• _REQUIRED WORK_: Reproduce exactly the lines from the line containing "any other. */" through the last line of the listing, and no others.

• _RECORDS FOR THE EXERCISE_:
____________________
"""Level and peak of a recording over time, with the ceiling of what clips first drawn in."""

from __future__ import annotations

import numpy as np
import pyqtgraph as pg
from PySide6.QtCore import Qt
from PySide6.QtWidgets import QVBoxLayout, QWidget

from app.inks import Inks, font
from engine.signals import Programme

MOST_POINTS = 1500
FLOOR_DBFS = -80.0


class LevelsChart(QWidget):
    """Items are made once; a long recording is thinned by its loudest frames, so that no peak is lost."""

    def __init__(self, inks: Inks, parent: QWidget | None = None) -> None:
        super().__init__(parent)
        self.plot = pg.PlotWidget(enableMenu=False)
        self.plot.setMouseEnabled(x=False, y=False)
        self.plot.hideButtons()
        self.plot.setFocusPolicy(Qt.FocusPolicy.NoFocus)
        self.plot.setAccessibleName("Level and peak over time")
        self.peak, self.level = self.plot.plot(), self.plot.plot()
        self.ceiling = pg.InfiniteLine(angle=0)
        self.plot.addItem(self.ceiling)
        body = QVBoxLayout(self)
        body.setContentsMargins(0, 0, 0, 0)
        body.addWidget(self.plot)
        self.setMinimumHeight(160)
        self.set_inks(inks)

    def set_inks(self, inks: Inks) -> None:
        """Show in other colours; peak dashed, level solid, ceiling heavy."""
        self.plot.setBackground(inks.raised)
        for name in ("left", "bottom"):
            axis = self.plot.getAxis(name)
            axis.setPen(pg.mkPen(inks.hairline))
            axis.setTextPen(pg.mkPen(inks.muted))
            axis.setStyle(tickFont=font(11))
        self.plot.getAxis("bottom").setLabel("min", color=inks.muted.name())
        self.plot.getAxis("left").setLabel("dBFS", color=inks.muted.name())
        self.level.setPen(pg.mkPen(inks.level, width=1))
        self.peak.setPen(pg.mkPen(inks.peak, width=1, style=Qt.PenStyle.DashLine))
        self.ceiling.setPen(pg.mkPen(inks.clip, width=2))

    def show_programme(self, programme: Programme) -> None:
        """Draw a recording's level and peak over time."""
        step = max(1, -(-programme.frame_rms_dbfs.size // MOST_POINTS))
        minutes = np.arange(0, programme.frame_rms_dbfs.size, step) * programme.frame_s / 60.0
        for item, frames in ((self.level, programme.frame_rms_dbfs), (self.peak, programme.frame_peak_dbfs)):
            padded = np.append(frames, np.full(-frames.size % step, -np.inf))
            item.setData(minutes, np.maximum(padded.reshape(-1, step).max(axis=1), FLOOR_DBFS))
        self.plot.setXRange(0.0, max(minutes[-1], 0.05), padding=0.01)
        self.plot.setYRange(max(FLOOR_DBFS, programme.rms_dbfs - 45.0), 6.0, padding=0.0)

    def show_ceiling(self, ceiling_dbfs: float | None) -> None:
        """Draw the ceiling in the recording at which something clips."""
        self.ceiling.setVisible(ceiling_dbfs is not None)
        if ceiling_dbfs is not None:
            self.ceiling.setPos(ceiling_dbfs)
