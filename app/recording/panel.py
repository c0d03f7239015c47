"""What a recording holds, and what it does to the venue: levels, percentiles, where it would clip, a button to use it."""

from __future__ import annotations

from pathlib import Path

from PySide6.QtCore import Qt, Signal
from PySide6.QtGui import QCloseEvent
from PySide6.QtWidgets import (
    QComboBox,
    QDialog,
    QGridLayout,
    QHBoxLayout,
    QLabel,
    QProgressBar,
    QPushButton,
    QVBoxLayout,
    QWidget,
)

from app import words
from app.document import Document
from app.edits.recording import takes_recording, use_recording
from app.inks import Inks, font
from engine.signals import Programme, moments

from .levels_chart import LevelsChart
from .reader import Reader

SHOWN_MOMENTS = 5
NONE_CLIP = "Nothing behind this source clips with it, and no limiter works."


class RecordingPanel(QDialog):
    """One recording beside the window. `chosen` names the source it was asked for."""

    used = Signal(str)

    def __init__(self, document: Document, inks: Inks, parent: QWidget | None = None) -> None:
        super().__init__(parent)
        self.document = document
        self.programme: Programme | None = None
        self.path: Path | None = None
        self.reader = Reader(self)
        self.setWindowTitle("Recording")
        self.resize(640, 560)
        self.title = QLabel("")
        self.title.setFont(font(16, strong=True))
        self.facts = QLabel("")
        self.facts.setProperty("quiet", True)
        self.bar = QProgressBar()
        self.bar.setTextVisible(False)
        self.bar.setMaximumHeight(6)
        self.stop_button = QPushButton("Stop reading")
        self.chart = LevelsChart(inks)
        self.numbers = QGridLayout()
        self.effect = QLabel("")
        self.effect.setWordWrap(True)
        self.source = QComboBox()
        self.source.setAccessibleName("Source that the recording is for")
        self.use_button = QPushButton("Use as its programme")
        self.use_button.setProperty("primary", True)
        self._arrange()
        self.reader.progress.connect(lambda share: self.bar.setValue(round(share * 100.0)))
        self.reader.done.connect(self._show)
        self.reader.failed.connect(self._fail)
        self.stop_button.clicked.connect(self._stop)
        self.use_button.clicked.connect(self.use)
        self.source.currentIndexChanged.connect(lambda _: self._hold_against())
        document.solved.connect(lambda _: self._hold_against())
        self._set_reading(False)

    def _arrange(self) -> None:
        reading = QHBoxLayout()
        reading.addWidget(self.bar, 1)
        reading.addWidget(self.stop_button)
        last = QHBoxLayout()
        last.addWidget(self.source, 1)
        last.addWidget(self.use_button)
        body = QVBoxLayout(self)
        body.setContentsMargins(20, 16, 20, 16)
        body.setSpacing(8)
        body.addWidget(self.title)
        body.addWidget(self.facts)
        body.addLayout(reading)
        body.addWidget(self.chart, 1)
        body.addLayout(self.numbers)
        body.addWidget(self.effect)
        body.addLayout(last)

    def read(self, path: Path, source: str | None = None) -> None:
        """Read a recording, for a source where one was meant."""
        self.path, self.programme = path, None
        self.title.setText(path.name)
        self.facts.setText("reading …")
        self._list_sources(source)
        self._set_reading(True)
        self.reader.read(path)

    def use(self) -> None:
        """Put the recording's programme in the chosen source's place, as one undo step."""
        key = self.source.currentData()
        if self.programme is None or self.path is None or key is None:
            return
        name = self.document.project.stage[key].name
        try:
            self.document.edit(
                f"Use {self.path.name} at {name}",
                use_recording(self.document.project, key, self.programme, self.path.name),
            )
        except ValueError as reason:
            self.effect.setText(str(reason))
            return
        self.document.flush()
        self.used.emit(key)

    def _list_sources(self, wanted: str | None) -> None:
        self.source.clear()
        for key in self.document.project.topology.order:
            if takes_recording(self.document.project, key):
                self.source.addItem(self.document.project.stage[key].name, key)
        place = self.source.findData(wanted)
        self.source.setCurrentIndex(max(0, place))

    def _show(self, path: Path, programme: Programme) -> None:
        self.programme = programme
        channels = "1 channel" if programme.channels == 1 else f"{programme.channels} channels"
        minutes, seconds = divmod(round(programme.seconds), 60)
        self.facts.setText(f"{minutes} min {seconds} s, {channels}, {programme.rate_hz / 1000:g} kHz")
        self.chart.show_programme(programme)
        self._show_numbers(programme)
        self._set_reading(False)
        self._hold_against()

    def _show_numbers(self, programme: Programme) -> None:
        while (item := self.numbers.takeAt(0)) is not None:
            if (old := item.widget()) is not None:
                old.deleteLater()
        percentiles = programme.percentiles_dbfs
        facts = (
            ("rms", words.level(_finite(programme.rms_dbfs), "dBFS")),
            ("crest factor", words.margin(programme.crest_db)),
            ("sample peak", words.level(_finite(programme.sample_peak_dbfs), "dBFS")),
            ("true peak", words.level(_finite(programme.true_peak_dbfs), "dBFS")),
            ("half the time under", words.level(_finite(percentiles[50]), "dBFS")),
            ("95 % of the time under", words.level(_finite(percentiles[95]), "dBFS")),
        )
        for place, (label, value) in enumerate(facts):
            quiet, strong = QLabel(label), QLabel(value)
            quiet.setProperty("quiet", True)
            strong.setFont(font(12, strong=True))
            self.numbers.addWidget(quiet, place // 2, place % 2 * 2)
            self.numbers.addWidget(strong, place // 2, place % 2 * 2 + 1, Qt.AlignmentFlag.AlignLeft)

    def _hold_against(self) -> None:
        """Say where the recording would clip behind the chosen source, or drive a limiter."""
        key = self.source.currentData()
        if self.programme is None or key is None or key not in self.document.project.stage:
            self.effect.setText("" if key is not None else "No source in this project takes a recording yet.")
            self.chart.show_ceiling(None)
            self.use_button.setEnabled(False)
            return
        self.use_button.setEnabled(True)
        found = moments(self.document.outcome, key, self.programme)
        lines = []
        for each in found[:SHOWN_MOMENTS]:
            doing = "clips" if each.sort == "clip" else "limits"
            times = "once" if each.runs == 1 else f"{each.runs} times"
            lines.append(
                f"{each.name}, {each.section}: {doing} {times}, {each.seconds:.1f}{words.THIN}s together."
            )
        self.effect.setText("\n".join(lines) or NONE_CLIP)
        self.chart.show_ceiling(found[0].ceiling_dbfs if found else None)

    def _fail(self, path: Path, reason: str) -> None:
        self._set_reading(False)
        self.facts.setText("")
        self.effect.setText(reason)

    def _stop(self) -> None:
        self.reader.stop()
        self._set_reading(False)
        self.facts.setText("stopped")

    def _set_reading(self, reading: bool) -> None:
        self.bar.setVisible(reading)
        self.bar.setValue(0)
        self.stop_button.setVisible(reading)
        self.use_button.setEnabled(self.programme is not None)

    def closeEvent(self, event: QCloseEvent) -> None:
        self.reader.stop()
        super().closeEvent(event)


def _finite(value: float) -> float | None:
    return value if abs(value) != float("inf") else None
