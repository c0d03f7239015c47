"""Read a recording in a thread of its own: progress is told, and it can be stopped."""

from __future__ import annotations

from pathlib import Path

from PySide6.QtCore import QObject, QThread, Signal

from engine.signals import Programme, SignalError, read_programme


class _Work(QThread):
    progress = Signal(float)

    def __init__(self, path: Path, parent: QObject) -> None:
        super().__init__(parent)
        self.path = path
        self.programme: Programme | None = None
        self.reason = ""

    def run(self) -> None:
        try:
            self.programme = read_programme(self.path, self._tell)
        except (SignalError, OSError) as reason:
            self.reason = str(reason)

    def _tell(self, share: float) -> bool:
        self.progress.emit(share)
        return not self.isInterruptionRequested()


class Reader(QObject):
    """Reads one recording at a time; a new one stops the one before."""

    progress = Signal(float)  # share read, 0 to 1
    done = Signal(object, object)  # path, programme
    failed = Signal(object, str)  # path, why in plain words
    stopped = Signal()

    def __init__(self, parent: QObject | None = None) -> None:
        super().__init__(parent)
        self._work: _Work | None = None

    @property
    def is_reading(self) -> bool:
        return self._work is not None

    def read(self, path: Path) -> None:
        """Begin to read `path`."""
        self.stop()
        work = _Work(path, self)
        work.progress.connect(self.progress)
        work.finished.connect(lambda: self._finished(work))
        self._work = work
        work.start(QThread.Priority.LowPriority)

    def stop(self) -> None:
        """Stop reading and wait until it has."""
        if (work := self._work) is not None:
            self._work = None
            work.requestInterruption()
            work.wait()
            self.stopped.emit()

    def _finished(self, work: _Work) -> None:
        is_latest = work is self._work
        if is_latest:
            self._work = None
            if work.reason:
                self.failed.emit(work.path, work.reason)
            elif work.programme is not None:
                self.done.emit(work.path, work.programme)
        work.deleteLater()
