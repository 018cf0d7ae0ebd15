import { eq, sql } from "drizzle-orm";
import { closeDatabase, database } from "@/db/client";
import { memberships, outfits, users } from "@/db/schema";
import { inTransaction } from "@/db/transaction";
import { normalEmail } from "@/lib/auth/email";
import { hashPassword } from "@/lib/auth/password";
import type { Role } from "@/lib/auth/permissions";
import { dateIn, now } from "@/lib/clock";
import { newId } from "@/lib/ids";
import { createOutfit } from "@/lib/people/create-outfit";
import signIns from "./demo-sign-ins.json" with { type: "json" };
import { OUTFIT } from "./demo/figures";
import { tellHistory } from "./demo/tell";

type Member = { id: string; userId: string; name: string };

async function makePeople(moment: Date): Promise<Map<Role, { userId: string; name: string }>> {
  const passwordHash = await hashPassword(signIns.password);
  const people = new Map<Role, { userId: string; name: string }>();
  for (const { role, name, email } of signIns.people) {
    const id = newId();
    await database()
      .insert(users)
      .values({ id, email: normalEmail(email), name, passwordHash, createdAt: moment });
    people.set(role as Role, { userId: id, name });
  }
  return people;
}

/** Makes the demo outfit with its four members. Its history comes afterwards, through the same use cases that the API calls. */
async function makeOutfit(moment: Date) {
  const people = await makePeople(moment);
  const owner = people.get("owner");
  if (!owner) throw new Error("the demo needs an owner");
  const made = await inTransaction((tx) => createOutfit(tx, OUTFIT, owner, moment));
  const members = new Map<Role, Member>([["owner", { id: made.memberId, ...owner }]]);
  for (const [role, person] of people) {
    if (role === "owner") continue;
    const id = newId();
    await database().insert(memberships).values({ outfitId: made.id, id, userId: person.userId, role, joinedAt: moment });
    members.set(role, { id, ...person });
  }
  return { ...made, members };
}

/** Makes the demo outfit in a database that has no outfit yet, and does nothing in any other. */
async function makeDemo(): Promise<void> {
  const db = database();
  const [any] = await db.select({ n: sql<number>`count(*)` }).from(outfits);
  if (Number.parseInt(String(any?.n ?? 0), 10) > 0) return;
  const moment = now();
  const made = await makeOutfit(moment);
  const [outfit] = await db.select().from(outfits).where(eq(outfits.id, made.id));
  if (!outfit) throw new Error("the demo outfit was not made");
  await tellHistory({ outfit, members: made.members, today: dateIn(OUTFIT.timeZone, moment) });
}

await makeDemo();
await closeDatabase();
____________________
• _YOUR RESPONSE_:
/** Makes the demo outfit in a database that has no outfit yet, and does nothing in any other. */
async function makeDemo(): Promise<void> {
  const db = database();
  const [any] = await db.select({ n: sql<number>`count(*)` }).from(outfits);
  if (Number.parseInt(String(any?.n ?? 0), 10) > 0) return;
  const moment = now();
  const made = await makeOutfit(moment);
  const [outfit] = await db.select().from(outfits).where(eq(outfits.id, made.id));
  if (!outfit) throw new Error("the demo outfit was not made");
  await tellHistory({ outfit, members: made.members, today: dateIn(OUTFIT.timeZone, moment) });
}

await makeDemo();
await closeDatabase();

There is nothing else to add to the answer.